- **PROBLEM DETAILS**: When the string "stock" occurs in a line of the records, show that line.

- **INPUT RECORDS**:
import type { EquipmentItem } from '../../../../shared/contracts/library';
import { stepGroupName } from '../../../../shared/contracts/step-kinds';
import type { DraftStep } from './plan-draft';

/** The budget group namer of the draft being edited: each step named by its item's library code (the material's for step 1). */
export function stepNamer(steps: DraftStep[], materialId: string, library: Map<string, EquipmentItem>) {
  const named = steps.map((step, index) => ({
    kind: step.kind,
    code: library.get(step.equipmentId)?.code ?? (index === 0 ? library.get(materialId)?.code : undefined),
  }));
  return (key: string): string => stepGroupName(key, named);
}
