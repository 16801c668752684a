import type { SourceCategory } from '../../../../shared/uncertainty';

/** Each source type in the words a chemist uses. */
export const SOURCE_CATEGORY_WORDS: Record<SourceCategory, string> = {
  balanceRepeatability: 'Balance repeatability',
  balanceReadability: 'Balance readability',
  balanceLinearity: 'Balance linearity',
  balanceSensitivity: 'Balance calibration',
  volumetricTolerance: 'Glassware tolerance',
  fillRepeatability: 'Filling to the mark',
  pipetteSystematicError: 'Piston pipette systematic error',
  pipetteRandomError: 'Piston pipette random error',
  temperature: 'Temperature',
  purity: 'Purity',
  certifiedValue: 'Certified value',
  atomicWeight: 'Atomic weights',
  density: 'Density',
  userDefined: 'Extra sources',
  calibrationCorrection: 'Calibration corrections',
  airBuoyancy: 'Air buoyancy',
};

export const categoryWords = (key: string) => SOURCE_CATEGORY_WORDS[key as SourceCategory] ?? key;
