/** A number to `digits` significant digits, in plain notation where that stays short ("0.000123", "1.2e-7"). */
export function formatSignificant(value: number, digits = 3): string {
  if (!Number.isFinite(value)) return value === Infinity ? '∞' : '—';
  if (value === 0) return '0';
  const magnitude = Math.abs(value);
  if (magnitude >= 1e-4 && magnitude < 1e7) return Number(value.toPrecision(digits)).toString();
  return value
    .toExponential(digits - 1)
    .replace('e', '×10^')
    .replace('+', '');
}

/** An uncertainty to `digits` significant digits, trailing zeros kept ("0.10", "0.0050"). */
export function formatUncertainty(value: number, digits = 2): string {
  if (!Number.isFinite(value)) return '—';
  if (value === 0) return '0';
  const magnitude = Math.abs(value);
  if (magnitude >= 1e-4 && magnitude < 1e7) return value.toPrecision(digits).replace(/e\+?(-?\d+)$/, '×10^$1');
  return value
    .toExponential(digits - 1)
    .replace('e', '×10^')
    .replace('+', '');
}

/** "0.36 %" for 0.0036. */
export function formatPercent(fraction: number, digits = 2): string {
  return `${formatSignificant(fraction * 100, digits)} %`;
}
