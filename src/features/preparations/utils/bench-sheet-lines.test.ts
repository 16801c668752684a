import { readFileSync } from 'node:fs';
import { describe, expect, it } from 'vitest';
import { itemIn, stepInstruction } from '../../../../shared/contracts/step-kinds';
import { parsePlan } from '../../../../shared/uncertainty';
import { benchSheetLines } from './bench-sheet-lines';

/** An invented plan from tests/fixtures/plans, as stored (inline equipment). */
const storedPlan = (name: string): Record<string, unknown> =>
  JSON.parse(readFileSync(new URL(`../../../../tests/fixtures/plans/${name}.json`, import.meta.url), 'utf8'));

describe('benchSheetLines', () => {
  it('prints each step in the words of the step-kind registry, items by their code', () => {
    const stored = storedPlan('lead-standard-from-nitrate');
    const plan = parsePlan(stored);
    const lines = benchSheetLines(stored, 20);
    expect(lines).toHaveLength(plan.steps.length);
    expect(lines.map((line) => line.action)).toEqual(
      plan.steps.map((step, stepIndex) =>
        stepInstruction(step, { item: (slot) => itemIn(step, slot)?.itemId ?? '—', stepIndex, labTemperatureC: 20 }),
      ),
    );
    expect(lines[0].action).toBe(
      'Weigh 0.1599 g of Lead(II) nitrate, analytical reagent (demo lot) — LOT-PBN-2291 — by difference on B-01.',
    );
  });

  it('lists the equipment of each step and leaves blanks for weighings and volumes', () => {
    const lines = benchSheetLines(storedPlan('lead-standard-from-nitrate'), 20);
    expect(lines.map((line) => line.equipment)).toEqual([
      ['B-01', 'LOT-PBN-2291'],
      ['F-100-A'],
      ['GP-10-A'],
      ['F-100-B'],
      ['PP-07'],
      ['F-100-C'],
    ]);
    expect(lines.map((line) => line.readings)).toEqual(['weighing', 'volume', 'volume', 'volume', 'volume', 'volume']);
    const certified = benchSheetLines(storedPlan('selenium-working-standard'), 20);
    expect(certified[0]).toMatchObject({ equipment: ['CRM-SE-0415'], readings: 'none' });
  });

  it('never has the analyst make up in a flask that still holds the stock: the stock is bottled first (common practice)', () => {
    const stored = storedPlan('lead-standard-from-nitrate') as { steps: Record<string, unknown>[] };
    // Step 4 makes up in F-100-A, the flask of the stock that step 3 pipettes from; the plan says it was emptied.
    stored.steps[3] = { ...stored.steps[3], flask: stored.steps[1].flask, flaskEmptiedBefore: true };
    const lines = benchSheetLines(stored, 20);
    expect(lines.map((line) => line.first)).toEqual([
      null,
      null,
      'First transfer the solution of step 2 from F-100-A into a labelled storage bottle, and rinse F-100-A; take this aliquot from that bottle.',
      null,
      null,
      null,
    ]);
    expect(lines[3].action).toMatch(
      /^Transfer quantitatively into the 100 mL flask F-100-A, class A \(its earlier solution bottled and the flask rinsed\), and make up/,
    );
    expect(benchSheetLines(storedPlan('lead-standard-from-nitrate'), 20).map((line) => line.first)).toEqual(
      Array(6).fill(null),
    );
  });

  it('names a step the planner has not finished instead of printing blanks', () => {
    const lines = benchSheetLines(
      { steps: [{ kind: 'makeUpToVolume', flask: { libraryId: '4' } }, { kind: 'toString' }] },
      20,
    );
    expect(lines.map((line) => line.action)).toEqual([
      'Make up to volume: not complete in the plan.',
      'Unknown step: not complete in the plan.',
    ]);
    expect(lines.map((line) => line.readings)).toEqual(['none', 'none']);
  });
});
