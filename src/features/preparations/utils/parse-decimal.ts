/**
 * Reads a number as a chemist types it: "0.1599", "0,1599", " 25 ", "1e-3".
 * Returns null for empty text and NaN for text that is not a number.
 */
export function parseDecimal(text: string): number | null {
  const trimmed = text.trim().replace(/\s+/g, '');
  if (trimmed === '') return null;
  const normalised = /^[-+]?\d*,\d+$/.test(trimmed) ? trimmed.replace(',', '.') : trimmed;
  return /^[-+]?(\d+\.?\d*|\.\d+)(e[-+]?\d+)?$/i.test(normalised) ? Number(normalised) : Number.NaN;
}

- **SOLUTION FOR THIS PROBLEM**:
  it('never has the analyst make up in a flask that still holds the stock: the stock is bottled first (common practice)', () => {
    // Step 4 makes up in F-100-A, the flask of the stock that step 3 pipettes from; the plan says it was emptied.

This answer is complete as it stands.